Im Streit um Sicherheitsmängel im vermeintlichen "Schottreaktor" Brunsbüttel haben Vertreter der Deutschen Umwelthilfe die zuständige schleswig-holsteinsche Landesministerin Gitta Trauernicht attackiert. Mit der Sicherheit des Atomkraftwerks seien taktische Spielchen getrieben worden, lautete der Vorwurf.

Von Florian Güßgen

Vertreter der Deutschen Umwelthilfe (DUH) haben schwere Vorwürfe gegen die schleswig-holsteinsche Sozialministerin Gitta Trauernicht, SPD erhoben. In ihrer Funktion als Chefin der Atom-Aufsichtsbehörde des Landes habe die Ministerin ihr Wissen über Mängel im Atomkraftwerkt Brunsbüttel taktisch eingesetzt und dabei "übertaktiert", sagte DUH-Bundesgeschäftsführer Jürgen Resch am Mittwochmorgen in Berlin. Resch unterstellte Trauernicht indirekt, mit der Sicherheit der Bürger zu spielen. "Mit der Sicherheit von Atomkraftwerken darf man keine taktischen Spielchen treiben", sagte er. Der Atomkraftgegner bezieht seine Kritik auf den Umgang Trauernichts mit einer Mängelliste zur Sicherheit Brunsbüttel. Die Behebung dieser Mängel sei möglicherweise mit politischen Absichten verschleppt worden, deutete Resch an.

Trauernichts Ministerium wollte sich am Mittag nicht sofort zu den Vorwürfen äußern. Zunächst wolle man sich die Kritik genau ansehen, hieß es. Unterstützung erhielt Trauernicht dagegen aus dem Bundesumweltministerium von Sigmar Gabriel: "Nach unseren Erkenntnissen ist der Vorwurf falsch, dass sich die zuständige Behörde nicht ausreichend mit den Mängeln befasst habe", sagte ein Sprecher des Ministeriums stern.de.

Scharfe Kritik äußerten dagegen die Grünen an Betreiber Vattenfall und Atomaufsicht. "Erschreckend ist die Verkommenheit der Sicherheitskultur bei Vattenfall. Mehrere Jahre nach der Feststellung relevanter Mängel sah Vattenfall bei deren Beseitigung offenbar keine besondere Eile geboten. Erschreckend ist die Langmut und Nachsicht, mit der die Atomaufsicht über Jahre dieses Treiben geduldet hat", rügte Grünen-Chef Reinhard Bütikofer.

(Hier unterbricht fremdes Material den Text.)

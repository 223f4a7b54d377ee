"""The HTML pages. Each is a template and a small JSON island; the browser asks the API for the rest."""

from flask import Blueprint, render_template

from curvebank import __version__

from . import desk_drafts
from .services import desk_db, services

blueprint = Blueprint("pages", __name__)


def _render(template: str, **boot: object) -> str:
    return render_template(template, boot={"version": __version__, "bank": services().bank.name, **boot})


@blueprint.get("/")
def home() -> str:
    """First run, and the drafts on the desk."""
    return _render("home.html")


@blueprint.get("/desk/<draft>")
def desk(draft: str) -> str:
    """Where a sheet is worked on."""
    desk_drafts.row_of(desk_db(), draft)
    return _render("desk.html", draft=draft)


@blueprint.get("/desk/<draft>/scan")
def scan(draft: str) -> str:
    """A better scan of the same paper, or the second half of the sheet: chosen, looked at, taken or left."""
    desk_drafts.row_of(desk_db(), draft)
    return _render("scan.html", draft=draft)


@blueprint.get("/pumps")
def pumps() -> str:
    """The catalogue."""
    return _render("pumps.html")


@blueprint.get("/pumps/<key>")
def pump(key: str) -> str:
    """One pump: its curves, drawn back over the scan."""
    return _render("pump.html", key=key)
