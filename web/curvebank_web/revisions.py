"""One stored revision as the pump page and scripts over HTTP want it: curves with their points on paper, findings, sheets, readings."""

import json
import warnings
from typing import Any

import numpy as np

from curvebank.bank import pack
from curvebank.digitise.result import clean, digits, places
from curvebank.errors import ExtrapolationWarning, NotFound
from curvebank.records import PageInfo

from . import catalogue
from .page_store import describe

FLOAT32_DIGITS = 7


def detail(bank: Any, key: str, number: int) -> dict[str, Any]:
    """Everything the bank holds of a revision, ready for JSON."""
    pump = catalogue.open_pump(bank, key, number)
    body = _body(bank, pump.revision_id)
    points = _points(bank, pump.revision_id)
    media = dict(bank.query("SELECT lower(hex(sha256)), media FROM sheet"))
    return clean(
        {
            "key": pump.key,
            "maker": pump.maker,
            "model": pump.model,
            "number": pump.revision,
            "state": pump.state,
            "saved_at": pump.saved_at,
            "released_at": pump.released_at,
            "who": pump.who,
            "why": pump.why,
            "parent": body["parent"],
            "stages": pump.stages,
            "rated_rpm": pump.rated_rpm,
            "density_kgm3": pump.density_kgm3,
            "type": body["type"],
            "inlet": body["inlet"],
            "read_rule": pump.read_rule,
            "quantities": pump.quantities,
            "diameters_mm": pump.diameters_mm,
            "speeds_rpm": pump.speeds_rpm,
            "bep": catalogue.best_point(pump),
            "curves": [_curve(c, points.get(c["id"])) for c in body["curves"]],
            "failed": [{**f, "sheet_sha256": _hex(f["sheet_sha256"])} for f in body["failed"]],
            "findings": pump.findings,
            "waivers": pump.waivers,
            "cautions": pump.cautions,
            "panels": [_panel(p) for p in body["panels"]],
            "sheets": [_sheet(s, media) for s in body["sources"]],
            "made_by": body["made_by"],
        }
    )


def values(
    bank: Any,
    key: str,
    number: int,
    *,
    quantity: str,
    flow_m3h: list[float],
    diameter_mm: float | None,
    speed_rpm: float | None,
    outside: str,
) -> dict[str, Any]:
    """A quantity at many flows with both uncertainties; null where the curve was not traced (``outside`` "nan")."""
    reading = catalogue.open_pump(bank, key, number).quantity(quantity)
    flow = np.array(flow_m3h, dtype=np.float64)
    plan = reading.plan(diameter_mm, speed_rpm)
    with warnings.catch_warnings():
        warnings.simplefilter("ignore", ExtrapolationWarning)  # `inside` says it
        value = reading(flow, diameter_mm, speed_rpm, outside=outside)
        u = {of: reading.uncertainty(flow, diameter_mm, speed_rpm, of=of, outside=outside) for of in ("print", "machine")}
    return clean(
        {
            "quantity": quantity,
            "diameter_mm": diameter_mm,
            "speed_rpm": speed_rpm,
            "domain": [plan.lo, plan.hi],
            "rule": plan.rule,
            "curves": list(plan.curves),
            "notes": list(plan.notes),
            "flow_m3h": flow,
            "value": np.asarray(value),
            "u_print": np.asarray(u["print"]),
            "u_machine": np.asarray(u["machine"]),
            "inside": [bool(plan.holds(float(q))) for q in flow],
        }
    )


def recipe_of(bank: Any, key: str, number: int, sheet_sha256: str | None) -> dict[str, Any]:
    """The recipe document a revision was made from; of several sheets the one named, else the first. It names its sheet by SHA-256.

    Raises
    ------
    NotFound
        The revision does not come from that sheet.
    """
    pump = catalogue.open_pump(bank, key, number)
    rows = bank.query(
        "SELECT lower(hex(sheet_sha256)), page, bytes FROM revision_recipe JOIN blob ON blob.sha256 = recipe_sha256"
        " WHERE revision_id = ? ORDER BY revision_recipe.id",
        (pump.revision_id,),
    )
    for sha, _, raw in rows:
        if sheet_sha256 is None or sha == sheet_sha256:
            doc = json.loads(raw)
            if sha:
                doc["sheet"] = {**doc.get("sheet", {}), "sha256": sha}
            return doc
    raise NotFound(f"Revision {number} of {key} was not made from that sheet.", code="not-found")


def _body(bank: Any, revision_id: int) -> dict[str, Any]:
    rows = bank.query("SELECT bytes FROM revision JOIN blob ON blob.sha256 = body_sha256 WHERE revision.id = ?", (revision_id,))
    return pack.unpack(rows[0][0])


def _points(bank: Any, revision_id: int) -> dict[str, Any]:
    """Curve id -> array [6, n]: x [px], y [px], sigma_px, flow, value, sigma."""
    rows = bank.query("SELECT local_id, n, bytes FROM trace JOIN curve ON curve.id = curve_id WHERE revision_id = ?", (revision_id,))
    return {name: np.frombuffer(raw, dtype="<f4").reshape(6, n).astype(np.float64) for name, n, raw in rows}


def _hex(sha: bytes | None) -> str | None:
    return sha.hex() if sha else None


def _curve(record: dict[str, Any], table: Any) -> dict[str, Any]:
    names = (
        "id",
        "recipe_id",
        "page",
        "panel",
        "x_axis",
        "y_axis",
        "quantity",
        "diameter_mm",
        "speed_rpm",
        "level",
        "label",
        "applies_to",
        "group",
        "basis",
        "head_is",
        "kind",
        "factor",
        "spread",
        "warnings",
    )
    trace, fit = record["trace"], record["fit"]
    on_paper = table is not None and trace is not None and trace["source"] != "table" and record["panel"] is not None
    return {
        **{name: record[name] for name in names},
        "sheet_sha256": _hex(record["sheet_sha256"]),
        "printed_units": [record["printed_x_unit"], record["printed_y_unit"]],
        "closed": bool(trace and trace["closed"]),
        "confidence": trace["confidence"] if trace else None,
        "flagged": bool(trace and trace["flagged"]),
        "stretches": [[s["first"], s["last"], s["reason"]] for s in trace["stretches"]] if trace else [],
        "points": digits(table[3:5].T, FLOAT32_DIGITS) if table is not None else [],
        "sigma": digits(table[5], 4) if table is not None else [],
        "trace_pixels": places(table[0:2].T, 2) if on_paper else [],
        "fit": _fit(fit),
    }


def _fit(fit: dict[str, Any] | None) -> dict[str, Any] | None:
    if fit is None:
        return None
    kept = {
        name: fit[name] for name in ("order", "mid", "half", "scaled", "covariance", "sigma", "max_miss", "max_miss_pct", "through_zero")
    }
    return {**kept, "domain": [fit["lo"], fit["hi"]], "coefficients": fit["plain"]}


def _panel(record: dict[str, Any]) -> dict[str, Any]:
    grid = {
        "used": record["grid_used"],
        "lines": record["grid_lines"],
        "residual_px": record["grid_residual_px"],
        "why": record["grid_why"],
    }
    return {
        "id": record["id"],
        "sheet_sha256": _hex(record["sheet_sha256"]),
        "page": record["page"],
        "outline": places(record["outline"], 2),
        "residual_px": record["residual_px"],
        "worst_px": record["worst_px"],
        "grid": grid,
        "map": {"pixels": places(record["map_pixels"]), "values": {k: digits(v) for k, v in record["map_values"].items()}},
        "warnings": record["warnings"],
    }


def _sheet(record: dict[str, Any], media: dict[str, str]) -> dict[str, Any]:
    sha = _hex(record["sheet_sha256"])
    facts = {"recipe_sha256": _hex(record["recipe_sha256"]), "file_name": record["file_name"], "made_by": record["made_by"]}
    if sha is None:
        return {**facts, "sha256": None, "page": record["page"]}
    kind = media.get(sha, "")
    info = PageInfo(
        sha256=sha,
        page=record["page"],
        width=record["width"],
        height=record["height"],
        dpi_x=record["dpi_x"],
        dpi_y=record["dpi_y"],
        media=kind,
        turn=record["turn"],
    )
    dpi = record["dpi_x"] if kind == "application/pdf" and record["dpi_x"] else 300
    page = describe(info, dpi)
    del page["pages"]  # known to the page itself, not to the revision
    return {**facts, **page}
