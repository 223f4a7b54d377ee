"""Sheets parked on the desk until a draft that uses them is saved into the bank."""

import hashlib
import sqlite3
from datetime import UTC, datetime, timedelta
from typing import Any

from .desk_file import now, transaction, written

FORGOTTEN_DAYS = 7
"""A sheet that no draft took up for so long was only tried."""


def add(db: sqlite3.Connection, data: bytes, *, file_name: str, media: str, pages: int) -> str:
    """Park a sheet's file and return its SHA-256. The same bytes again are the same sheet, as if added now."""
    sha = hashlib.sha256(data).hexdigest()
    with transaction(db):
        db.execute(
            "INSERT INTO sheet (sha256, file_name, media, pages, bytes, added_at) VALUES (?, ?, ?, ?, ?, ?)"
            " ON CONFLICT DO UPDATE SET added_at = excluded.added_at",
            (sha, file_name, media, pages, data, now()),
        )
    return sha


def data(db: sqlite3.Connection, sha256: str) -> bytes | None:
    """The bytes of a parked sheet, or None."""
    row = db.execute("SELECT bytes FROM sheet WHERE sha256 = ?", (sha256,)).fetchone()
    return row["bytes"] if row else None


def describe(db: sqlite3.Connection, sha256: str) -> dict[str, Any] | None:
    """``{sha256, file_name, media, pages}`` of a parked sheet, or None."""
    row = db.execute("SELECT sha256, file_name, media, pages FROM sheet WHERE sha256 = ?", (sha256,)).fetchone()
    return dict(row) if row else None


def clear_forgotten(db: sqlite3.Connection, at: datetime | None = None) -> int:
    """Remove sheets that were added a week or longer before ``at`` (default: now) and that no step of any draft names; how many."""
    before = written((at or datetime.now(UTC)) - timedelta(days=FORGOTTEN_DAYS))
    with transaction(db):
        gone = db.execute(
            "DELETE FROM sheet WHERE added_at <= ? AND NOT EXISTS (SELECT 1 FROM draft WHERE sheet_sha256 = sheet.sha256)"
            " AND NOT EXISTS (SELECT 1 FROM step WHERE instr(step.doc, sheet.sha256))",
            (before,),
        )
    return gone.rowcount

Brunsbüttel nannte er einen "Schrottreaktor".

Ministerin muss Verhalten plausibel erklären

Dennoch es nun an Trauernicht, die Verzögerungen bei der Behebung der Mängel plausibel zu erklären. In dem Streit geht es um die Frage, ob bekannte Mängel in Brunsbüttel so gefährlich waren, dass sie schneller hätten behoben werden müssen, als es geschehen oder noch nicht geschehen ist, oder ob es unbedenklich war, die Behebung so lange herauszuzögern, wie es geschehen ist. Lässt sich nachweisen, dass etwas früher hätte geschehen müssen, ließe das auf ein Versagen der Aufsichtsbehörde schließen, für die Trauernicht die politische Verantwortung trägt. Insgesamt ist die Debatte um die Sicherheit in Brunsbüttel eingebettet in die Auseinandersetzung über die Zukunft der Kernenergie in Deutschland: Diejenigen, die die Kernkraftwerke so schnell als möglich abschalten wollen, erhalten Auftrieb durch den Nachweis, dass die Dinger auch in Deutschland keineswegs so sicher sind wie gerne behauptet. Auch die Vertuschungstaktik des Betreibers Vattenfall angesichts der jüngsten Panne im Kernkraftwerk Krümmel hat die Position der Skeptiker nur gestärkt. Diejenigen, die die Kernkraftwerke in Deutschland gerne noch etwas länger am Netz hätten, auch weil sie kein Kohlenstoffdioxid in die Umwelt blasen, geraten in Rechtfertigungsnot angesichts der offensichtlichen Risiken, die die Kerntechnik mit sich bringt.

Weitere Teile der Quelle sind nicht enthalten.